**Input data**:
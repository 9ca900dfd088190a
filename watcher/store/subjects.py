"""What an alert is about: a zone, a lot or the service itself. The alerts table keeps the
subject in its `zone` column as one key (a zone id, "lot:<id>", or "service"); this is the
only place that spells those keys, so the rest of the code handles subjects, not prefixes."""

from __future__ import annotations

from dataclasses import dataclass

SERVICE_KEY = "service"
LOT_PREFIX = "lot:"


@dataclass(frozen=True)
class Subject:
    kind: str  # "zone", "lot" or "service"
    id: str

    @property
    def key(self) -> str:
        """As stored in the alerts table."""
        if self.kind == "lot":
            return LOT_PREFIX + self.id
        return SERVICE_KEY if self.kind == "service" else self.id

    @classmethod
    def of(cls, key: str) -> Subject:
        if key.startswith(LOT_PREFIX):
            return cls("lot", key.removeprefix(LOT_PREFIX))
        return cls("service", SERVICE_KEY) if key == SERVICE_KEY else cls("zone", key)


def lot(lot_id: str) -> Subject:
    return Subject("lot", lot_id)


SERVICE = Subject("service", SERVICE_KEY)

**Exercise**: Read the data above and pull out each line that holds the string "service".

**Answer space**:
"""What an alert is about: a zone, a lot or the service itself. The alerts table keeps the
subject in its `zone` column as one key (a zone id, "lot:<id>", or "service"); this is the
SERVICE_KEY = "service"
    kind: str  # "zone", "lot" or "service"
        return SERVICE_KEY if self.kind == "service" else self.id
        return cls("service", SERVICE_KEY) if key == SERVICE_KEY else cls("zone", key)
SERVICE = Subject("service", SERVICE_KEY)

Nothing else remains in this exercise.